A reader sent me a link to an article from this month’s the Atlantic, “Where Masturbation and Homosexuality Do Not Exist” about a couple of tribes in Africa who view sex as an exclusively procreative exercise and consequently do not masturbate or engage in homosexual acts. Or so they claim. From the article:
In both cultures, men and women view sexual intercourse as a kind of “work of the night.” The purpose of this work is the production of children — a critical matter in an area with a very high infant mortality rate. Semen is understood by the Aka and Ngandu to be necessary not only to conception, but also to fetal development. A woman who is already pregnant will see having intercourse as contributing to the health of her fetus.
As you might have guessed, I’m more than a little skeptical of the claims, as this blog often considers issues of masturbation and homosexuality, as evidenced by the posts Where Would You Masturbate in Public? and What a Pathetic Lesbian I Would Be. If I were a member of the Aka or Ngandu tribes, I would find myself with precious little to write about, since they claim to not be diddling themselves or buggering each other.
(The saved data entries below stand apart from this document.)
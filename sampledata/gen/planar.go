package gen

import (
	"math"
	"sort"

	"groundtally/geo"
)

// Kinds of boundary between blocks of land.
const (
	limitEdge = iota // edge of the farmed land towards shore and dunes
	streamEdge
	lakeEdge
	laneEdge
	mainEdge
)

// verge is how far a parcel stays from the middle of what bounds it, in metres.
var verge = [5]float64{0, 2, 4, 4, 6}

// planar is a set of lines cut at all crossings.
type planar struct {
	pts   []geo.XY
	ids   map[[2]int64]int
	edges [][3]int // from, to, kind
}

func (p *planar) vertex(q geo.XY) int {
	q = snap(q)
	k := [2]int64{int64(math.Round(q.X * 100)), int64(math.Round(q.Y * 100))}
	if id, ok := p.ids[k]; ok {
		return id
	}
	p.ids[k] = len(p.pts)
	p.pts = append(p.pts, q)
	return len(p.pts) - 1
}

type kindedLine struct {
	pts  []geo.XY
	kind int
}

// cutLines makes the planar graph of the lines and drops what leads nowhere.
func cutLines(lines []kindedLine) *planar {
	const touchM = 0.6
	idx := newSegments(120)
	for _, l := range lines {
		idx.addLine(l.pts, l.kind)
	}
	p := &planar{ids: map[[2]int64]int{}}
	type cut struct {
		t  float64
		id int
	}
	cuts := make([][]cut, len(idx.a))
	for i := range idx.a {
		a, b := idx.a[i], idx.b[i]
		cuts[i] = append(cuts[i], cut{0, p.vertex(a)}, cut{1, p.vertex(b)})
	}
	for i := range idx.a {
		a, b := idx.a[i], idx.b[i]
		box := geo.EmptyExtent().Add(a).Add(b).Grow(touchM)
		for _, j32 := range idx.near(box) {
			j := int(j32)
			if j == i {
				continue
			}
			c, d := idx.a[j], idx.b[j]
			// An end of the other segment that lies on this one becomes a vertex of it.
			touched := false
			for _, e := range []geo.XY{c, d} {
				if e.Dist(a) < touchM || e.Dist(b) < touchM {
					touched = touched || e == a || e == b
					continue
				}
				if dist, t := segmentNearest(e, a, b); dist < touchM {
					cuts[i] = append(cuts[i], cut{t, p.vertex(e)})
					touched = true
				}
			}
			for _, e := range []geo.XY{a, b} {
				if dist, _ := segmentNearest(e, c, d); dist < touchM {
					touched = true
				}
			}
			if touched || j < i {
				continue
			}
			if t, u, ok := crossing(a, b, c, d); ok {
				id := p.vertex(along(a, b, t))
				cuts[i], cuts[j] = append(cuts[i], cut{t, id}), append(cuts[j], cut{u, id})
			}
		}
	}
	seen := map[[2]int]bool{}
	for i := range cuts {
		c := cuts[i]
		sort.SliceStable(c, func(x, y int) bool { return c[x].t < c[y].t })
		for k := 1; k < len(c); k++ {
			a, b := c[k-1].id, c[k].id
			key := [2]int{min(a, b), max(a, b)}
			if a != b && !seen[key] {
				seen[key] = true
				p.edges = append(p.edges, [3]int{a, b, idx.tag[i]})
			}
		}
	}
	for {
		degree := make([]int, len(p.pts))
		for _, e := range p.edges {
			degree[e[0]]++
			degree[e[1]]++
		}
		kept := p.edges[:0:0]
		for _, e := range p.edges {
			if degree[e[0]] > 1 && degree[e[1]] > 1 {
				kept = append(kept, e)
			}
		}
		if len(kept) == len(p.edges) {
			return p
		}
		p.edges = kept
	}
}

// block is a face of the planar graph: a ring that turns left and the kind of each edge from a vertex on.
type block struct {
	ring  []geo.XY
	kinds []int
}

// blocks gives the bounded faces, and how many rings turn the other way: one for each connected piece.
func (p *planar) blocks() (out []block, pieces int) {
	type half struct {
		to, kind int
		angle    float64
	}
	star := make([][]half, len(p.pts))
	for _, e := range p.edges {
		a, b := p.pts[e[0]], p.pts[e[1]]
		star[e[0]] = append(star[e[0]], half{e[1], e[2], math.Atan2(b.Y-a.Y, b.X-a.X)})
		star[e[1]] = append(star[e[1]], half{e[0], e[2], math.Atan2(a.Y-b.Y, a.X-b.X)})
	}
	for i := range star {
		s := star[i]
		sort.SliceStable(s, func(x, y int) bool { return s[x].angle < s[y].angle })
	}
	used := map[[2]int]bool{}
	for v := range star {
		for _, h := range star[v] {
			if used[[2]int{v, h.to}] {
				continue
			}
			var b block
			from, cur := v, h
			for !used[[2]int{from, cur.to}] {
				used[[2]int{from, cur.to}] = true
				b.ring, b.kinds = append(b.ring, p.pts[from]), append(b.kinds, cur.kind)
				// Turn as far right as there is a way: the neighbour before the one we came from.
				s := star[cur.to]
				k := 0
				for i := range s {
					if s[i].to == from {
						k = i
					}
				}
				from, cur = cur.to, s[(k+len(s)-1)%len(s)]
			}
			if a := ringArea(b.ring); a > 0 {
				out = append(out, b)
			} else {
				pieces++
			}
		}
	}
	return out, pieces
}

// inset moves every edge inwards by the verge of its kind times share.
func (b block) inset(share float64) []geo.XY {
	n := len(b.ring)
	out := make([]geo.XY, 0, n)
	for i := range n {
		prev, at, next := b.ring[(i+n-1)%n], b.ring[i], b.ring[(i+1)%n]
		d0, d1 := verge[b.kinds[(i+n-1)%n]]*share, verge[b.kinds[i]]*share
		u0, u1 := unit(prev, at), unit(at, next)
		n0, n1 := left(u0), left(u1)
		den := cross(u0, u1)
		var q geo.XY
		if math.Abs(den) < 0.12 {
			q = shift(at, unit(geo.XY{}, geo.XY{X: n0.X + n1.X, Y: n0.Y + n1.Y}), math.Max(d0, d1))
		} else {
			// Where the two moved edges meet.
			p0, p1 := shift(at, n0, d0), shift(at, n1, d1)
			q = shift(p0, u0, cross(p1.Sub(p0), u1)/den)
			if lim := 4 * math.Max(d0, d1); q.Dist(at) > lim {
				q = shift(at, unit(at, q), lim)
			}
		}
		out = append(out, snap(q))
	}
	return tidyRing(out)
}

// tidyRing drops points that repeat and spikes that go out and back.
func tidyRing(r []geo.XY) []geo.XY {
	for changed := true; changed && len(r) > 3; {
		changed = false
		for i := 0; i < len(r) && len(r) > 3; i++ {
			a, b, c := r[(i+len(r)-1)%len(r)], r[i], r[(i+1)%len(r)]
			if b.Dist(c) < 1 || dot(unit(a, b), unit(b, c)) < -0.985 {
				r = append(append([]geo.XY(nil), r[:i]...), r[i+1:]...)
				changed = true
			}
		}
	}
	return r
}

// farmLimits gives the edge of the land that can be farmed or built on: back from the cliff, behind the
// dunes and the flats. It is a line of equal value through a grid.
func farmLimits(g *land, n noise) []geo.XY {
	f := newField(491, 311, -12250, -7750, 50)
	for k := range f.v {
		p := f.node(k)
		v := g.inland.at(p) - 45 - float64(18*n.at(p, 300))
		dd, _ := lineNearest(p, duneLine)
		v = math.Min(v, dd-430-float64(110*n.at(p, 420)))
		df, _ := lineNearest(p, flatsLine)
		v = math.Min(v, df-210-float64(60*n.at(p, 350)))
		f.v[k] = v
	}
	var best []geo.XY
	for _, r := range contour(f, 0) {
		if ringArea(r) > 0 && (best == nil || ringArea(r) > ringArea(best)) {
			best = r
		}
	}
	return simplifyRing(best, 3)
}

// contour follows a line of equal value through a grid by linear interpolation on its edges. Rings have
// the higher side on their left. The value must be lower on the border of the grid.
func contour(f *field, level float64) [][]geo.XY {
	type key struct{ i, j, dir int }
	point := func(k key) geo.XY {
		a := f.get(k.i, k.j)
		var b float64
		p := geo.XY{X: f.x0 + float64(f.cell*float64(k.i)), Y: f.y0 + float64(f.cell*float64(k.j))}
		if k.dir == 0 {
			b = f.get(k.i+1, k.j)
			p.X += f.cell * (level - a) / (b - a)
		} else {
			b = f.get(k.i, k.j+1)
			p.Y += f.cell * (level - a) / (b - a)
		}
		return snap(p)
	}
	next := map[key]key{}
	var starts []key
	for j := 0; j+1 < f.ny; j++ {
		for i := 0; i+1 < f.nx; i++ {
			hi := func(a, b int) bool { return f.get(i+a, j+b) >= level }
			south, north := key{i, j, 0}, key{i, j + 1, 0}
			west, east := key{i, j, 1}, key{i + 1, j, 1}
			c := 0
			for b, on := range []bool{hi(0, 0), hi(1, 0), hi(1, 1), hi(0, 1)} {
				if on {
					c |= 1 << b
				}
			}
			link := func(a, b key) {
				next[a] = b
				starts = append(starts, a)
			}
			switch c {
			case 1:
				link(south, west)
			case 2:
				link(east, south)
			case 3:
				link(east, west)
			case 4:
				link(north, east)
			case 5:
				link(south, west)
				link(north, east)
			case 6:
				link(north, south)
			case 7:
				link(north, west)
			case 8:
				link(west, north)
			case 9:
				link(south, north)
			case 10:
				link(east, south)
				link(west, north)
			case 11:
				link(east, north)
			case 12:
				link(west, east)
			case 13:
				link(south, east)
			case 14:
				link(west, south)
			}
		}
	}
	var out [][]geo.XY
	done := map[key]bool{}
	for _, s := range starts {
		if done[s] {
			continue
		}
		var r []geo.XY
		for k := s; !done[k]; k = next[k] {
			done[k] = true
			p := point(k)
			if len(r) == 0 || r[len(r)-1] != p {
				r = append(r, p)
			}
		}
		if len(r) > 3 {
			out = append(out, r)
		}
	}
	return out
}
But as I said, I don’t believe it. For one thing, I’m suspicious of all research and researchers, because there is always an agenda. The agenda isn’t necessarily nefarious, with little nerds and nerdettes in glasses and white lab coats plotting world domination. Rather they’re mostly motivated by getting funding for their work, so that maybe they can stop eating SpaghettiOs® out of the can over the washroom sink and dream about a nice dinner out once in a while at, let’s say, an Applebee’s. The question “What outrageous claim can I make about my research that might interest someone in funding it?” dominates their thinking, and I can say that the hypothesis that masturbation and homosexuality are not “natural” to the human condition would open up a lot of deep pockets here in the US, and possibly elsewhere in the world (I’m looking at you, Pope Benedict XVI).
One last thing about this homosexual stuff: a modern anthropologist dropped into ancient Greece would
find that the men of that civilization did not consider themselves to be “homosexual” and yet young Hermolycus could not bend over to pick up a dropped drachma in the street without covering his backside with both hands. The ancient Greek understanding of homosexuality and our 21st century understanding of homosexuality just are not the same, and that may be what is going on here with the Aka and Ngandu tribes.
Anyway, what strikes me as most bizarre about the Aka and Ngandu is not the part about not masturbating or being attracted to members of their own sex. No, what strikes me as most bizarre, being a First World woman, is that they fervently hope conception takes place when they have sex! That goes against everything I’ve ever been taught and believe in! Let’s imagine a sex researcher from the Aka or Ngandu tribes who decides to come to suburban Philadelphia to observe and document American culture and societal norms.
Me: So I take this pill to make sure I don’t get pregnant. And there are some women who wear patches on their skin, and that keeps them from getting knocked up. Oh yeah, and men use these things we call rubbers–
Aka/Ngandu Anthropologist: Let me see if I understand you. You have sex and then you do all of these things to ensure you don’t have a baby?
Me: That’s right.
Aka/Ngandu: I don’t mean to disrespect you or your people, but do you even understand the point of having sex?
Me: Of course I do! It’s to get him to stay with me forever, and never, ever look at another woman. And orgasms.
Aka/Ngandu Anthropologist: No, I’m afraid that’s not correct. You see, sex is the method through which humans combine our DNA and reproduce, thus ensuring the continuation of our species. Reproduction is the most basic biological urge, and your native customs and practices strike me as, well, abberant!
Me: Oh, that can’t be right. It has to be about more than just reproduction, because otherwise how do you explain jacking off and lesbians?
Aka/Ngandu Anthropologist: (head explodes) Whaaaaat???!!!??
On that note, let me end this post by sending out early birthday wishes to the great American anthropologist, Margaret Mead, born here in my adopted hometown, Doylestown, Pennsylvania, on December 14, 1901. Happy Birthday, Margaret.